[Entries provided Boundary: Start]
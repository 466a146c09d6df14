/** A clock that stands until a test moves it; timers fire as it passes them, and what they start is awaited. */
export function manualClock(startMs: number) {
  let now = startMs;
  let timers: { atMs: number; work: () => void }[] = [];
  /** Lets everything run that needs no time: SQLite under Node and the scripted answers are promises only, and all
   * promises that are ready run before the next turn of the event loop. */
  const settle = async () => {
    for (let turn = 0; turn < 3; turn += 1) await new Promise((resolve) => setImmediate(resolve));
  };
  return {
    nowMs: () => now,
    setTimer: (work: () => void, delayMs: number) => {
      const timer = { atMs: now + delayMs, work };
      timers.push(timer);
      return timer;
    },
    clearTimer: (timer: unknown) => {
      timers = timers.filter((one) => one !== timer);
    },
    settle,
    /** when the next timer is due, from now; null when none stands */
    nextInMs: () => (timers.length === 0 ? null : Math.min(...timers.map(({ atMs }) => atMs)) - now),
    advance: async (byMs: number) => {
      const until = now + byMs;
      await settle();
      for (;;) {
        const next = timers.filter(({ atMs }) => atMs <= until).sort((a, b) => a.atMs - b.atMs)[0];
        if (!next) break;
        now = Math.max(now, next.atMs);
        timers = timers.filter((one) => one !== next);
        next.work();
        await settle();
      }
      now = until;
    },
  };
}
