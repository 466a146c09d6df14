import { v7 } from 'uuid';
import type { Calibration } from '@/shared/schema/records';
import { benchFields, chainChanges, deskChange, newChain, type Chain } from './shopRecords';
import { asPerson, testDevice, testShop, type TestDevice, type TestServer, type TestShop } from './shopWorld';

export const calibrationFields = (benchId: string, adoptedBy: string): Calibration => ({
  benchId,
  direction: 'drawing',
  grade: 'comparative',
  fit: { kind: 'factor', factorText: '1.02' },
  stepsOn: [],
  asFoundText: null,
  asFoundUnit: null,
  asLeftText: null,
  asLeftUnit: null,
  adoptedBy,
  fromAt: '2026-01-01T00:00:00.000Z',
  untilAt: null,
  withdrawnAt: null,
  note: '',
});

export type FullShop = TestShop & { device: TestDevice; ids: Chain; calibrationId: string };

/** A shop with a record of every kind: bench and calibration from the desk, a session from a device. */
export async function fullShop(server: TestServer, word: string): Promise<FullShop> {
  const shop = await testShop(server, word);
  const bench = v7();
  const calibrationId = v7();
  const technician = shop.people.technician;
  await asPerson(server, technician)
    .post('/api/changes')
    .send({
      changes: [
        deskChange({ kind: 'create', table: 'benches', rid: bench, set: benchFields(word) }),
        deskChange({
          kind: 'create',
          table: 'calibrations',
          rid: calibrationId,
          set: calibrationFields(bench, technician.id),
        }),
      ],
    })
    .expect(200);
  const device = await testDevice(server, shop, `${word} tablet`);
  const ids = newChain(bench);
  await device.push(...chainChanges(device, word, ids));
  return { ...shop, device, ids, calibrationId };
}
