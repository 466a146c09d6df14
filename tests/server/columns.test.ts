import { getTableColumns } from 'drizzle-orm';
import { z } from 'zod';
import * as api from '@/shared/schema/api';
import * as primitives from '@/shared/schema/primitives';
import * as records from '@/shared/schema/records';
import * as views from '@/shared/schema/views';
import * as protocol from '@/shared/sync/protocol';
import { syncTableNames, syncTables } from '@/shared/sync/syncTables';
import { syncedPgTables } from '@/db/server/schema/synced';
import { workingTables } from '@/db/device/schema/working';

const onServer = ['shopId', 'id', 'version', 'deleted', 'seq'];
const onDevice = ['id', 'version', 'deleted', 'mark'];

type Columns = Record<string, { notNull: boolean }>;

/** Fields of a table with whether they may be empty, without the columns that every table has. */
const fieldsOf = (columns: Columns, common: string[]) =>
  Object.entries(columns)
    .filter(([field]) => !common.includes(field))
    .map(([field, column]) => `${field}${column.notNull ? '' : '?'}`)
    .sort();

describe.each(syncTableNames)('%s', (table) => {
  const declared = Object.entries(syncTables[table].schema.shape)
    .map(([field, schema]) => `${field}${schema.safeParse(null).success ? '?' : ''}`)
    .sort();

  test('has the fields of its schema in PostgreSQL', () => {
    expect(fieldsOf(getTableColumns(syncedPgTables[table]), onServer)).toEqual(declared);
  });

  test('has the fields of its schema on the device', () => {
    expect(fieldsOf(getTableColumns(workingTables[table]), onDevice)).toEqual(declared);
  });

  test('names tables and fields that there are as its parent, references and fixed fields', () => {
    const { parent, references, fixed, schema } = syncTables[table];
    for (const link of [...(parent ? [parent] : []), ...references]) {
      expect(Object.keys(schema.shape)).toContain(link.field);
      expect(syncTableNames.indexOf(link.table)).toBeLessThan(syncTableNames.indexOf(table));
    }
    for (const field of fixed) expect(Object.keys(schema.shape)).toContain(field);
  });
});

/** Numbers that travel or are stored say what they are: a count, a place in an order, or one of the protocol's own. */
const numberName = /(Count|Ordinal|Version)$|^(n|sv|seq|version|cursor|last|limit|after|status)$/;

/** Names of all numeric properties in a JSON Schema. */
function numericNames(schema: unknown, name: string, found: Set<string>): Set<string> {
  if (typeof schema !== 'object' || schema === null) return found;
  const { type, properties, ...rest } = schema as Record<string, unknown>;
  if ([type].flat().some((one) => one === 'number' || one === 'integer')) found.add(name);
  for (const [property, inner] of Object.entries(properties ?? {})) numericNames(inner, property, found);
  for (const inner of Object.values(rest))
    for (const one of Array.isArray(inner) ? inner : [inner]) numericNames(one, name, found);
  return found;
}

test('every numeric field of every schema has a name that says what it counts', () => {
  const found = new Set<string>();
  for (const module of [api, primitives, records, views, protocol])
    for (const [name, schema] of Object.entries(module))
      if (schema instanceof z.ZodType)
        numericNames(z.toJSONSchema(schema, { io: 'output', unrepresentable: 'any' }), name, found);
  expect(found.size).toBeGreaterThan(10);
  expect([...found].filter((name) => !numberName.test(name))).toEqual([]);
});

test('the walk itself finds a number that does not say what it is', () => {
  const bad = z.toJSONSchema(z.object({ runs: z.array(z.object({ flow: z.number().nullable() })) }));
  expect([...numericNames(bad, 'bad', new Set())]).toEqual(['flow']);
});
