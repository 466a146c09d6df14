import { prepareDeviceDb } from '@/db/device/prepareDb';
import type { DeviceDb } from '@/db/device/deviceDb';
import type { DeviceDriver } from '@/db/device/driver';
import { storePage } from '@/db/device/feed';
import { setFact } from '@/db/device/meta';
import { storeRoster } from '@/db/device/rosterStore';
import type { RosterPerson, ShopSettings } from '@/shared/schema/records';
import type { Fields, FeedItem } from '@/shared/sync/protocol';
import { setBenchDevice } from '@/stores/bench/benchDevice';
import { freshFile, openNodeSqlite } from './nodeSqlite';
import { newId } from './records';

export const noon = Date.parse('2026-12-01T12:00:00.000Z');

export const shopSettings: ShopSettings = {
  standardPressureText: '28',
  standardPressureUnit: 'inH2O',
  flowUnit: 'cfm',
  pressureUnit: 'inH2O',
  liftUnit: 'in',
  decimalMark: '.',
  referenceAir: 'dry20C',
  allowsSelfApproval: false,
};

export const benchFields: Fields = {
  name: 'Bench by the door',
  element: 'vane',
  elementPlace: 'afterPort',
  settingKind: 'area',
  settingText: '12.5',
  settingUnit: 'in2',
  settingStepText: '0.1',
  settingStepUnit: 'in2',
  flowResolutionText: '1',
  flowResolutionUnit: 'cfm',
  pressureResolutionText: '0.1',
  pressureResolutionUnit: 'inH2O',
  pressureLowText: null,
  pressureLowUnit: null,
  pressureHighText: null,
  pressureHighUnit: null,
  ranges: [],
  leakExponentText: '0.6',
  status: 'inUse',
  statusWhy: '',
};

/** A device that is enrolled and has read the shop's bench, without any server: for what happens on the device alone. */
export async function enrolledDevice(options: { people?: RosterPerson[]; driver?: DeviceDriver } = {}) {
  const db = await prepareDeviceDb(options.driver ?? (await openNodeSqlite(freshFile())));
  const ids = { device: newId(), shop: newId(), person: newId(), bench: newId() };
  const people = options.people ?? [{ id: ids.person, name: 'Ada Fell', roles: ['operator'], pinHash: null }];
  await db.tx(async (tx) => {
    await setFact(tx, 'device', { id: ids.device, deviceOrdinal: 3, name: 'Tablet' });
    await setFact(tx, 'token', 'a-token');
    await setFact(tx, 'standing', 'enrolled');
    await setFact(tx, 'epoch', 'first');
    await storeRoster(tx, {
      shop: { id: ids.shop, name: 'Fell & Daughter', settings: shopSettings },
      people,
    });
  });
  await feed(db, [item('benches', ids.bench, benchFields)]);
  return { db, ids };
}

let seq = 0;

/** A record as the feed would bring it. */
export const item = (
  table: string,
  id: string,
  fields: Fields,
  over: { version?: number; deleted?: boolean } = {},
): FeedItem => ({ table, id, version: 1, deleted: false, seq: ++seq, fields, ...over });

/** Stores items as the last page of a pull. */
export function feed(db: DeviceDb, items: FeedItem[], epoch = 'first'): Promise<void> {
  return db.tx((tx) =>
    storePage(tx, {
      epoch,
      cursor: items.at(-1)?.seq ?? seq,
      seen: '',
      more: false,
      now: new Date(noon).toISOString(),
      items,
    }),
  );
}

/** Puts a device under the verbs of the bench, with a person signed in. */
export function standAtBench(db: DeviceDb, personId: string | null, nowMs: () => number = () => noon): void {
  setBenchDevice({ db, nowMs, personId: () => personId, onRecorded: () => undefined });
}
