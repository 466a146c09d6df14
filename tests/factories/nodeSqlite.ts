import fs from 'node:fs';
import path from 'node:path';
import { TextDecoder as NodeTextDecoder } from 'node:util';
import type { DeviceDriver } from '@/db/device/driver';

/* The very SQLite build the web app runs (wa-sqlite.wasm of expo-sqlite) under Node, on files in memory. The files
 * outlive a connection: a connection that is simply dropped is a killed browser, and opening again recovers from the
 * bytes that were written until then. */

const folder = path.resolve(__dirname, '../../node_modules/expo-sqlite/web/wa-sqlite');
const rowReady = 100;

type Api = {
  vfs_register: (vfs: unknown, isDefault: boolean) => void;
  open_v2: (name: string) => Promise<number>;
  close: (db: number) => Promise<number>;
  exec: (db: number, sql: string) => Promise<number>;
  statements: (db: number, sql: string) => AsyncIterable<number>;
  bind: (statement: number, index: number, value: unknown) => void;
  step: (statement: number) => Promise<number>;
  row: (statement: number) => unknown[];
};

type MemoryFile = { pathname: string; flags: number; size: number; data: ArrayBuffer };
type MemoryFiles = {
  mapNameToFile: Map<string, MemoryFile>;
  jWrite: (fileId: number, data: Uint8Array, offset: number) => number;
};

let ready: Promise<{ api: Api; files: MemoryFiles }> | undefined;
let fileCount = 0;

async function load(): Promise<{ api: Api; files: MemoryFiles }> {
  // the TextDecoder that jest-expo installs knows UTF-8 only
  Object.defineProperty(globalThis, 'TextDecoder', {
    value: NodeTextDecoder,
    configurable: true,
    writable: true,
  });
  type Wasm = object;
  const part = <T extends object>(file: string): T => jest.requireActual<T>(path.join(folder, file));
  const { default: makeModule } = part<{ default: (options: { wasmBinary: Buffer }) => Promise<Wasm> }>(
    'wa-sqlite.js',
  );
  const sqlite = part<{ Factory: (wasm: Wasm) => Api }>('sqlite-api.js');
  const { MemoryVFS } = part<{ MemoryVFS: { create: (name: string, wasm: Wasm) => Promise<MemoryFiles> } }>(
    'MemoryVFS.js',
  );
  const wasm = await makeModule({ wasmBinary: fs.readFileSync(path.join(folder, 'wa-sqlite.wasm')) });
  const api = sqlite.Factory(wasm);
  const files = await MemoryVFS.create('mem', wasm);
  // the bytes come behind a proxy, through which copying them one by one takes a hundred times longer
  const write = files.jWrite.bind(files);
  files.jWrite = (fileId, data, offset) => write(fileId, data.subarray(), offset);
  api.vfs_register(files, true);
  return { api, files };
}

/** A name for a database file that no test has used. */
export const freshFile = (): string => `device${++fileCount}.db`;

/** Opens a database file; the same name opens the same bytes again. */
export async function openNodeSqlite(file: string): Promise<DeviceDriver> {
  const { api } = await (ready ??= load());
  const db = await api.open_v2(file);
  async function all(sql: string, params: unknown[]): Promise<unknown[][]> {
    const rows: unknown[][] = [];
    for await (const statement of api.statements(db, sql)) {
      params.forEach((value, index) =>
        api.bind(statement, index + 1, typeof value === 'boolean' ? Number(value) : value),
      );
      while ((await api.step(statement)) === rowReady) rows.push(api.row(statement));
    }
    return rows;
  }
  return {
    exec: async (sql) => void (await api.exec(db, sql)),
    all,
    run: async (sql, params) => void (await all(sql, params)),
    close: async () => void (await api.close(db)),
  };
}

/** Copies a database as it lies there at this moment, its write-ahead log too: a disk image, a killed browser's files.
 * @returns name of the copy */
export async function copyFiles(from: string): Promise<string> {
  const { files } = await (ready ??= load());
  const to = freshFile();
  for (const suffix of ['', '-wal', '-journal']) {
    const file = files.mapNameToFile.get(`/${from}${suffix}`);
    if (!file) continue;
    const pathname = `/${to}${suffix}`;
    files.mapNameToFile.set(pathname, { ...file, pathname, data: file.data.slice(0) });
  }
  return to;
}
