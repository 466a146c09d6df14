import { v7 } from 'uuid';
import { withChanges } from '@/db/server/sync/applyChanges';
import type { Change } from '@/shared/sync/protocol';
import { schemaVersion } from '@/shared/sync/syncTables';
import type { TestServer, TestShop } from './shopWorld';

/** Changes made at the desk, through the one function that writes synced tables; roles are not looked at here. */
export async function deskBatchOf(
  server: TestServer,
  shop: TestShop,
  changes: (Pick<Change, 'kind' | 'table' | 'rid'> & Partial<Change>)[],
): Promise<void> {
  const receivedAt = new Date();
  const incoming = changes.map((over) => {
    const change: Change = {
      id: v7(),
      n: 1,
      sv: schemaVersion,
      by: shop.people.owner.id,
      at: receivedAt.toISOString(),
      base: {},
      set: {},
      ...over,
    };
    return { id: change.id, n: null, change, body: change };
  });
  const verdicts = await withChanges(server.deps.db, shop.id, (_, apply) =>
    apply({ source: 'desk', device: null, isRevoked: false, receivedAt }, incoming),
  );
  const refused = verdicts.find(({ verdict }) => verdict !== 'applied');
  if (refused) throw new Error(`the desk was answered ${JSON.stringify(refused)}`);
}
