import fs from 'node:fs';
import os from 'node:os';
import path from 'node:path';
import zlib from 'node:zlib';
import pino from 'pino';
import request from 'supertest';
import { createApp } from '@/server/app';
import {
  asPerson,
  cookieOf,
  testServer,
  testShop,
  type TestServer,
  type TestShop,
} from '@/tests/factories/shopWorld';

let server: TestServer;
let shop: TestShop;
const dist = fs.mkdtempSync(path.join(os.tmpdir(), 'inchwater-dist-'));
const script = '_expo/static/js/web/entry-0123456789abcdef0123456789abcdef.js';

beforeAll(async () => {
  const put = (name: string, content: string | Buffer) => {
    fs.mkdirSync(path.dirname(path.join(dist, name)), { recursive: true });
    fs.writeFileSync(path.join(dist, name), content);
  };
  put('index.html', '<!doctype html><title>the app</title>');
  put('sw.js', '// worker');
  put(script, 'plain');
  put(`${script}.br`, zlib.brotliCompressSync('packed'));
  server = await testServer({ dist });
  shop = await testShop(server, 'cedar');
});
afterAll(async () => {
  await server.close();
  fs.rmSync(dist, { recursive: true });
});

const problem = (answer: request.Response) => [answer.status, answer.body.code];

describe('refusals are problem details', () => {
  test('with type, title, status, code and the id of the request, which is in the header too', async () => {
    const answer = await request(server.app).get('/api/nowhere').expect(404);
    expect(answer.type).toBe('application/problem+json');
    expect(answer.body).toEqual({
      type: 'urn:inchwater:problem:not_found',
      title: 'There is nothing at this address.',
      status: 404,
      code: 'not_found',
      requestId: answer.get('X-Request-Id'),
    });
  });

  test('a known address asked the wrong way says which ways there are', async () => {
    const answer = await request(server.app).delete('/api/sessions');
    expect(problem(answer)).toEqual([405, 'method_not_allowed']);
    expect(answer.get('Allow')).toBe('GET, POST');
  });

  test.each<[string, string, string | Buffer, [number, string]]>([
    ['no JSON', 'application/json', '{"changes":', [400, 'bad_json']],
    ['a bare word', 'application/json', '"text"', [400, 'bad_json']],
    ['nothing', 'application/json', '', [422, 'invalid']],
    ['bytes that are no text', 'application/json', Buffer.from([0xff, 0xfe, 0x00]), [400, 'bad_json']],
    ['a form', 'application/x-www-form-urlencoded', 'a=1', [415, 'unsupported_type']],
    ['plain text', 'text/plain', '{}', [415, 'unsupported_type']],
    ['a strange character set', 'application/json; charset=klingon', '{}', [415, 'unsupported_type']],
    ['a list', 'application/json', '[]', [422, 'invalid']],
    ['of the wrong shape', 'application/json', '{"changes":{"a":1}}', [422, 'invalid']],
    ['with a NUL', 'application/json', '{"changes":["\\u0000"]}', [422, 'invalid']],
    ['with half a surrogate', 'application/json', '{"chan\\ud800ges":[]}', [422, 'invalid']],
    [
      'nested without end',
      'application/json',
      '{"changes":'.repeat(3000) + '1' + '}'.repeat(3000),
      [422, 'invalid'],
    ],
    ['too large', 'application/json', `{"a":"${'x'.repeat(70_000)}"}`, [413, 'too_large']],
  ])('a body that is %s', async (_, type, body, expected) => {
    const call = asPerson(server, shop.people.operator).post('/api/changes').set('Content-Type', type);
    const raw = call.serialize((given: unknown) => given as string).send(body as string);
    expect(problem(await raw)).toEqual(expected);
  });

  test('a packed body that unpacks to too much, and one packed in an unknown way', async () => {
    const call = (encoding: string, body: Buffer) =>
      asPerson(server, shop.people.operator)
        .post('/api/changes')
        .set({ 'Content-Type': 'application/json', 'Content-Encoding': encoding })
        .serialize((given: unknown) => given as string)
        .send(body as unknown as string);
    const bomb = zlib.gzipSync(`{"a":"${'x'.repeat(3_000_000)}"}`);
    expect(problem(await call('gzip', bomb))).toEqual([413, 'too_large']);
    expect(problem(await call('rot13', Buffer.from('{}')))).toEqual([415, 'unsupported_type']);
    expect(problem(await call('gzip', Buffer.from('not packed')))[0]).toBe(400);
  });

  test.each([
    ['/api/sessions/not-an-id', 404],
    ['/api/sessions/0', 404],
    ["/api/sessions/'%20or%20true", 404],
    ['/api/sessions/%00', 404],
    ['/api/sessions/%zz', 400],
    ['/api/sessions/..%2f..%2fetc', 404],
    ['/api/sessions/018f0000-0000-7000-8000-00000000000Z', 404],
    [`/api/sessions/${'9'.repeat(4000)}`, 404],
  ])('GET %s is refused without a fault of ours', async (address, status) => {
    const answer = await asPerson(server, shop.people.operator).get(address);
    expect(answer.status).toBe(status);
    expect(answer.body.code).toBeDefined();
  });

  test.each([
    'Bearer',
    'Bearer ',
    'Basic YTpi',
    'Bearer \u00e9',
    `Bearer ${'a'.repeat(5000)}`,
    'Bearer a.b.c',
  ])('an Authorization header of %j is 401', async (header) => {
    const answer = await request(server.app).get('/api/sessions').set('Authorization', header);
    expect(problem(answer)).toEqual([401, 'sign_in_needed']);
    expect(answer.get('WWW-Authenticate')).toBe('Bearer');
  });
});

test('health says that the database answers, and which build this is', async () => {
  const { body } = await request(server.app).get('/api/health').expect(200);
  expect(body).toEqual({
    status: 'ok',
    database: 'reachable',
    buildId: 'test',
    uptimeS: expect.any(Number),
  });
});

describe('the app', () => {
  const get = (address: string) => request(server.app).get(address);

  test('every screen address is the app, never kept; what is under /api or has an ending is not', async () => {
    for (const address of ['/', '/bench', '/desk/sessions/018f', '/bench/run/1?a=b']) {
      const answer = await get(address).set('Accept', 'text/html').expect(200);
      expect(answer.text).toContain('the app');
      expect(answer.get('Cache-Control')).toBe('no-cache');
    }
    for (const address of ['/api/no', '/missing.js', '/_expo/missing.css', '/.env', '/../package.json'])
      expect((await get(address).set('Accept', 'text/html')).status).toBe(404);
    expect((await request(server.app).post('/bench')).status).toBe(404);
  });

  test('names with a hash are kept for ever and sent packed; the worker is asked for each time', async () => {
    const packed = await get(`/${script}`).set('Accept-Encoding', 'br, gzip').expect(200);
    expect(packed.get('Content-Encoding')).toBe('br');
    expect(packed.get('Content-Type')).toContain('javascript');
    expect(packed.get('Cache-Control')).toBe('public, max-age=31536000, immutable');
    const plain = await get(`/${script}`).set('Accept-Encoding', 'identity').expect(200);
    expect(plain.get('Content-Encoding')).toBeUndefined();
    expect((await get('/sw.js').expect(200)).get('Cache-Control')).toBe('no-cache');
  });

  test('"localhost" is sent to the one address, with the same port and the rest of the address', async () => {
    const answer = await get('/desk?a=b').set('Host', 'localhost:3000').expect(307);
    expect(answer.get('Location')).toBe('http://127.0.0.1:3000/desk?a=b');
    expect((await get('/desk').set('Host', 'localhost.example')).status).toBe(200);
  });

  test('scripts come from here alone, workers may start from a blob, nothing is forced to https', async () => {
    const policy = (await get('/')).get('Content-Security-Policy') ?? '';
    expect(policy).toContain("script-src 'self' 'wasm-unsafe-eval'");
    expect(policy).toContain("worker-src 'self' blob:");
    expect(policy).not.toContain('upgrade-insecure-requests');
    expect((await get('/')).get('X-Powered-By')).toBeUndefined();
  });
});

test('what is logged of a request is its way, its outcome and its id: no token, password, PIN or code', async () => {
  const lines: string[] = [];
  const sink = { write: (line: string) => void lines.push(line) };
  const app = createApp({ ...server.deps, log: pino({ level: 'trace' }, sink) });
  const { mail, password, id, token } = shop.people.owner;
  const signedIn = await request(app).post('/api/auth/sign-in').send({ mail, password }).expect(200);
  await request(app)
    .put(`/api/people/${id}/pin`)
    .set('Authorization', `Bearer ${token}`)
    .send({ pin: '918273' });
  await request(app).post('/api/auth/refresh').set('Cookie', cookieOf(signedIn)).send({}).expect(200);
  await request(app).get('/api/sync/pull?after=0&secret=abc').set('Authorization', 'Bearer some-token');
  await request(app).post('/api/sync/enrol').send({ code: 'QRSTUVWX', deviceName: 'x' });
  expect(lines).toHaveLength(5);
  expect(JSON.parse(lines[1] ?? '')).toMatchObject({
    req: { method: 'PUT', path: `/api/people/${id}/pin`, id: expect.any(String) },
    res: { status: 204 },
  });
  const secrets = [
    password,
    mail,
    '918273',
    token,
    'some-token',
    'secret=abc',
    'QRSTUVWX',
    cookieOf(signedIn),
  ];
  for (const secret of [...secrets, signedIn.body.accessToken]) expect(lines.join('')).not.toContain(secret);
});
[Entries provided Boundary: End]
» Task to complete
Repeat the entries verbatim through the line with "setTimer: (work: ()".

» Task response
repository 466a146c09d6df14
/** A clock that stands until a test moves it; timers fire as it passes them, and what they start is awaited. */
export function manualClock(startMs: number) {
  let now = startMs;
  let timers: { atMs: number; work: () => void }[] = [];
  /** Lets everything run that needs no time: SQLite under Node and the scripted answers are promises only, and all
   * promises that are ready run before the next turn of the event loop. */
  const settle = async () => {
    for (let turn = 0; turn < 3; turn += 1) await new Promise((resolve) => setImmediate(resolve));
  };
  return {
    nowMs: () => now,
    setTimer: (work: () => void, delayMs: number) => {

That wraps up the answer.